Sclérose Latérale Amyotrophique - SLA ou maladie de Charcot

Résumé
La Sclérose Latérale Amyotrophique (SLA) ou maladie de Charcot est la plus fréquente des maladies du neurone moteur. Elle se caractérise par une perte progressive des neurones moteurs du cerveau et de la moelle.

Qu'est-ce que la maladie de Charcot ou SLA ?

La Sclérose Latérale Amyotrophique (SLA) ou maladie de Charcot est la plus fréquente des maladies du neurone moteur. Son incidence annuelle en France est de 2.7 nouveaux cas pour 100000 habitants. Le risque d’être atteint d’une SLA à l’échelle d’une vie est évalué à 1/350 pour les hommes et 1/400 pour les femmes. Le pic d’incidence de la maladie se situe entre 50 et 75 pour décroitre ensuite.  Les formes juvéniles, définies par un âge de survenue inférieur à 25 ans, sont exceptionnelles, de même que les formes de l’enfant.

La SLA se caractérise par une perte progressive des neurones moteurs du cerveau et de la moelle dont expression clinique peut être très variée. La survie, quoique très variable, est généralement de 3-4 ans après le début des symptômes, le plus souvent par insuffisance respiratoire. 10% des patients peuvent néanmoins vivre plus de 10 ans.

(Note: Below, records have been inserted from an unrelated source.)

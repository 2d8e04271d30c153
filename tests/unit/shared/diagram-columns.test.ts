import { describe, expect, it } from 'vitest'
import { decodeDiagramColumns, encodeDiagramColumns, typedColumns, type DiagramColumnsJson } from '../../../shared/diagram-columns.ts'

// The binary form of the diagram columns: a lossless round trip apart from Float32 rounding
// (IEEE 754 single precision keeps 24 bits of mantissa, a relative 6e-8: common practice).

const doc: DiagramColumnsJson = {
  revision: 3, count: 3, ids: ['A-1', 'B-2', 'Ω-3'], redshift: [0.1234, null, 0.5],
  class: { overall: [0, 2, 5], nii: [0, 2, 3], sii: [0, 1, 3], oi: [0, 1, 3], whan: [0, 1, 5] },
  classNames: { overall: ['star-forming', 'composite', 'seyfert', 'liner', 'ambiguous', 'unclassified'], nii: ['star-forming', 'composite', 'agn', 'unclassified'], sii: ['star-forming', 'seyfert', 'liner', 'unclassified'], oi: ['star-forming', 'seyfert', 'liner', 'unclassified'], whan: ['star-forming', 'strong-agn', 'weak-agn', 'retired', 'passive', 'unclassified'] },
  x: { nii: [-0.4523, 0.1, null], sii: [-0.4, 0, null], oi: [-1.5, -0.5, null] },
  y: [-0.2, 0.8, 0.1], xErr: { nii: [0.02, 0.03, null], sii: [0.02, 0.03, null], oi: [0.05, 0.05, null] }, yErr: [0.02, 0.04, null],
  xLimit: { nii: [0, 1, 0], sii: [0, 0, 0], oi: [0, -1, 0] }, yLimit: [0, 0, 1], ewHalpha: [24.5, -1.25, null],
}

describe('diagram columns, binary form', () => {
  const bytes = encodeDiagramColumns(typedColumns(doc))
  const back = decodeDiagramColumns(bytes.buffer.slice(bytes.byteOffset, bytes.byteOffset + bytes.byteLength) as ArrayBuffer)

  it('round-trips header, IDs (any Unicode) and class vocabularies exactly', () => {
    expect(back.revision).toBe(3)
    expect(back.count).toBe(3)
    expect(back.ids).toEqual(['A-1', 'B-2', 'Ω-3'])
    expect(back.classNames).toEqual(doc.classNames)
  })

  it('keeps numbers to Float32 precision and missing values as NaN', () => {
    expect(back.x.nii[0]).toBeCloseTo(-0.4523, 7)
    expect(Math.fround(-0.4523)).toBe(back.x.nii[0])
    expect(Number.isNaN(back.x.nii[2])).toBe(true)
    expect(Number.isNaN(back.redshift[1])).toBe(true)
    expect(back.ewHalpha[1]).toBe(-1.25) // exactly representable
  })

  it('keeps class codes and limit flags as small integers', () => {
    expect(Array.from(back.class.overall)).toEqual([0, 2, 5])
    expect(Array.from(back.xLimit.oi)).toEqual([0, -1, 0])
    expect(Array.from(back.yLimit)).toEqual([0, 0, 1])
  })

  it('places every column on a 4-byte boundary, so Float32 views need no copy', () => {
    expect(back.y.byteOffset % 4).toBe(0)
    expect(back.xErr.oi.byteOffset % 4).toBe(0)
  })

  it('refuses what is not this format, or is cut short', () => {
    expect(() => decodeDiagramColumns(new ArrayBuffer(4))).toThrow(/too short/)
    expect(() => decodeDiagramColumns(new Uint8Array(16).buffer)).toThrow(/not this format/)
    const cut = bytes.slice(0, bytes.length - 8)
    expect(() => decodeDiagramColumns(cut.buffer)).toThrow(/overruns/)
  })

  it('maps a code that is not a small integer to −1 (no class)', () => {
    const odd = typedColumns({ ...doc, class: { ...doc.class, overall: [0, 300, 1.5] } })
    expect(Array.from(odd.class.overall)).toEqual([0, -1, -1])
  })
})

Dans environ 10% des cas, la SLA est dite « familiale »  lorsque surviennent deux cas dans une même famille. Plus de 25 gènes ont actuellement incriminés comme responsables de SLA familiale  même si 4 d’entre eux (C9ORF72, SOD1, TARBP, FUS) rendent comptent de plus de 50% de ces cas.

90% des patients atteints de SLA n’ont cependant pas d’antécédents familiaux et sont dits « sporadiques ». Un interrogatoire précis des antécédents familiaux est nécessaire avant de conclure à une SLA sporadique. La physiopathologie des formes sporadiques intrique probablement également des facteurs génétiques à des facteurs environnementaux.

Quels sont les symptômes de la maladie de Charcot ?

La maladie débute de façon indolore et provoque progressivement une faiblesse puis une fonte musculaire associée à des fasciculations (secousses spontanées du muscle). Il existe souvent des crampes et une perte de poids.

L’atteinte est presque toujours asymétrique au début pour s’étendre progressivement aux autres régions du corps.

La forme spinale de la maladie se caractérise par un début aux membres supérieurs ou aux membres inférieurs, la forme bulbaire par un début par des troubles de l’élocution et de la déglutition.

Lorsque la maladie débute au niveau bulbaire, elle peut entrainer une labilité émotionnelle avec des difficultés à contenir ses émotions (rires ou pleurs). Ce symptôme est important à reconnaitre car il est traitable.

Une fois sur dix, la SLA peut s’associer à une autre maladie neurodégénérative appelée Démence Fronto-Temporale (DFT) qui provoque des troubles cognitifs et comportementaux. En cas d’association SLA/DFT, un test génétique sera souvent proposé.

Comment diagnostique-t-on la Sclérose Latérale Amyotrophique ?

Le diagnostic repose sur la connaissance des antécédents personnels et familiaux, l’examen clinique, l'électromyogramme, et sur l'élimination par des examens appropriés comme l’IRM cérébrale et médullaire des maladies pouvant ressembler à la SLA (myélopathie cervico-arthrosique notamment). 

Un test génétique (simple prise de sang) est proposé après signature d’un consentement en cas d’antécédents familiaux de SLA.

Quel traitement et quelle prise en charge pour la SLA ?

Le RILUZOLE est le seul traitement ayant prouvé allonger l’espérance de vie des patients.

La prise en charge multidisciplinaire au sein d’un centre dédié couvrant l’ensemble des problématiques de la maladie (pneumologue, kinésithérapeute, diététicienne, orthophoniste, ergothérapeute, psychologue, assistante sociale)  a également prouvé améliorer le pronostic.

Une prise en charge efficace des différents symptômes (douleur, crampes, anxiété…) est fondamentale.

Les patients sont également encouragés à participer à des essais thérapeutiques pour pouvoir bénéficier des progrès les plus récents dans le domaine.

La prise en charge doit être globale, centrée sur le patient, et coordonnée avec les différents acteurs (services de pneumologie et de réanimation, gastroentérologues, centres de rééducation, Hospitalisation à domicile, unités de soins palliatif, MDPH…).

Les associations de patients participent à cette prise en charge.

Il est proposé à chaque patient, conformément aux recommandations nationales, un suivi multidisciplinaire tous les 3-4 mois en hôpital de jour ou de semaine.